WHAT TO PRODUCE ::
Whatever the records below hold, copy it all out exactly.

[Data entries]

————

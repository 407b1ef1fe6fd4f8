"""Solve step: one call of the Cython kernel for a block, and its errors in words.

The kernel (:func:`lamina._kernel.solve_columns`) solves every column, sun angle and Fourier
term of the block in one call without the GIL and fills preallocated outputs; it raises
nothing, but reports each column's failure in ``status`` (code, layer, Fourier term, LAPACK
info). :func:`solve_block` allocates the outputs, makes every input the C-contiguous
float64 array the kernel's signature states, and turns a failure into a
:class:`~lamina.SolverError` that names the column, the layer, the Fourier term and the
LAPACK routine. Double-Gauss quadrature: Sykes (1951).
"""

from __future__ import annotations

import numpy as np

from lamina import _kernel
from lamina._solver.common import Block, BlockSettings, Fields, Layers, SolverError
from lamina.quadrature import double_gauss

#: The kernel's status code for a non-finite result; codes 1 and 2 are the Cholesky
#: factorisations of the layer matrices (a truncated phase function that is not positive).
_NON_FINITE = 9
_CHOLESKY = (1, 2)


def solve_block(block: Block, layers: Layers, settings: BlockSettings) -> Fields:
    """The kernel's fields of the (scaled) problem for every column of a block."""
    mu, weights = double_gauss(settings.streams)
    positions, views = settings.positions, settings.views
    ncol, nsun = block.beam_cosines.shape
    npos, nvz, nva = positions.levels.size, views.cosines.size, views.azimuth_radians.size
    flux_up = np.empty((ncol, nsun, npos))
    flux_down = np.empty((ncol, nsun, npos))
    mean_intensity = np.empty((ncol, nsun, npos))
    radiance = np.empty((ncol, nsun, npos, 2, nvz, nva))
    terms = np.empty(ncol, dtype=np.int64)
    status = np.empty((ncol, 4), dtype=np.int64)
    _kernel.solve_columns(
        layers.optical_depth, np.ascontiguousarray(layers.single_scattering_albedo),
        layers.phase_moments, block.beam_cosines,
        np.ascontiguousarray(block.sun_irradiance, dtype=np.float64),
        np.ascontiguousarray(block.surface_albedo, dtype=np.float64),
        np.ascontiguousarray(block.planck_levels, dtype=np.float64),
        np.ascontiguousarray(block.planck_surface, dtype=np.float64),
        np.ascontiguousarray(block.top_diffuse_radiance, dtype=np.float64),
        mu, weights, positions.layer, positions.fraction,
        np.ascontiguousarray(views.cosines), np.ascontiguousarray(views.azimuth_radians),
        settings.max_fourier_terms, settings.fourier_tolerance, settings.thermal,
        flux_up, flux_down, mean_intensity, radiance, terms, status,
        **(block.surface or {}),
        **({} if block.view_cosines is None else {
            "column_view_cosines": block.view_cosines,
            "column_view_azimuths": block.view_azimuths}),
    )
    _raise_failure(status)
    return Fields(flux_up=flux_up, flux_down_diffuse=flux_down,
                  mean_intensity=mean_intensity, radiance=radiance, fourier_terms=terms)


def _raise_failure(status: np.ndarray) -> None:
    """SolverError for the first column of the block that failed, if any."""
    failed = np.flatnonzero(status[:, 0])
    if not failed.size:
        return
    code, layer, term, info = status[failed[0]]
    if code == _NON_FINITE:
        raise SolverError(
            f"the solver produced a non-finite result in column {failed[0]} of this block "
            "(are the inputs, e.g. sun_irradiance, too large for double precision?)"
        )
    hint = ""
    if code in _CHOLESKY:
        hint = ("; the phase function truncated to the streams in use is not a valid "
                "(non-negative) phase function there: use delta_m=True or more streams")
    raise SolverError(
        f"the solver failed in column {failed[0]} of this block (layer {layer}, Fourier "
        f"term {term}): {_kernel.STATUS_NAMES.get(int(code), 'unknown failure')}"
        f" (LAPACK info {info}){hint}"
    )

————

ANSWER BOX ::
repository 407b1ef1fe6fd4f8
"""Solve step: one call of the Cython kernel for a block, and its errors in words.

The kernel (:func:`lamina._kernel.solve_columns`) solves every column, sun angle and Fourier
term of the block in one call without the GIL and fills preallocated outputs; it raises
nothing, but reports each column's failure in ``status`` (code, layer, Fourier term, LAPACK
info). :func:`solve_block` allocates the outputs, makes every input the C-contiguous
float64 array the kernel's signature states, and turns a failure into a
:class:`~lamina.SolverError` that names the column, the layer, the Fourier term and the
LAPACK routine. Double-Gauss quadrature: Sykes (1951).
"""

from __future__ import annotations

import numpy as np

from lamina import _kernel
from lamina._solver.common import Block, BlockSettings, Fields, Layers, SolverError
from lamina.quadrature import double_gauss

#: The kernel's status code for a non-finite result; codes 1 and 2 are the Cholesky
#: factorisations of the layer matrices (a truncated phase function that is not positive).
_NON_FINITE = 9
_CHOLESKY = (1, 2)


def solve_block(block: Block, layers: Layers, settings: BlockSettings) -> Fields:
    """The kernel's fields of the (scaled) problem for every column of a block."""
    mu, weights = double_gauss(settings.streams)
    positions, views = settings.positions, settings.views
    ncol, nsun = block.beam_cosines.shape
    npos, nvz, nva = positions.levels.size, views.cosines.size, views.azimuth_radians.size
    flux_up = np.empty((ncol, nsun, npos))
    flux_down = np.empty((ncol, nsun, npos))
    mean_intensity = np.empty((ncol, nsun, npos))
    radiance = np.empty((ncol, nsun, npos, 2, nvz, nva))
    terms = np.empty(ncol, dtype=np.int64)
    status = np.empty((ncol, 4), dtype=np.int64)
    _kernel.solve_columns(
        layers.optical_depth, np.ascontiguousarray(layers.single_scattering_albedo),
        layers.phase_moments, block.beam_cosines,
        np.ascontiguousarray(block.sun_irradiance, dtype=np.float64),
        np.ascontiguousarray(block.surface_albedo, dtype=np.float64),
        np.ascontiguousarray(block.planck_levels, dtype=np.float64),
        np.ascontiguousarray(block.planck_surface, dtype=np.float64),
        np.ascontiguousarray(block.top_diffuse_radiance, dtype=np.float64),
        mu, weights, positions.layer, positions.fraction,
        np.ascontiguousarray(views.cosines), np.ascontiguousarray(views.azimuth_radians),
        settings.max_fourier_terms, settings.fourier_tolerance, settings.thermal,
        flux_up, flux_down, mean_intensity, radiance, terms, status,
        **(block.surface or {}),
        **({} if block.view_cosines is None else {
            "column_view_cosines": block.view_cosines,
            "column_view_azimuths": block.view_azimuths}),
    )
    _raise_failure(status)
    return Fields(flux_up=flux_up, flux_down_diffuse=flux_down,
                  mean_intensity=mean_intensity, radiance=radiance, fourier_terms=terms)


def _raise_failure(status: np.ndarray) -> None:
    """SolverError for the first column of the block that failed, if any."""
    failed = np.flatnonzero(status[:, 0])
    if not failed.size:
        return
    code, layer, term, info = status[failed[0]]
    if code == _NON_FINITE:
        raise SolverError(
            f"the solver produced a non-finite result in column {failed[0]} of this block "
            "(are the inputs, e.g. sun_irradiance, too large for double precision?)"
        )
    hint = ""
    if code in _CHOLESKY:
        hint = ("; the phase function truncated to the streams in use is not a valid "
                "(non-negative) phase function there: use delta_m=True or more streams")
    raise SolverError(
        f"the solver failed in column {failed[0]} of this block (layer {layer}, Fourier "
        f"term {term}): {_kernel.STATUS_NAMES.get(int(code), 'unknown failure')}"
        f" (LAPACK info {info}){hint}"
    )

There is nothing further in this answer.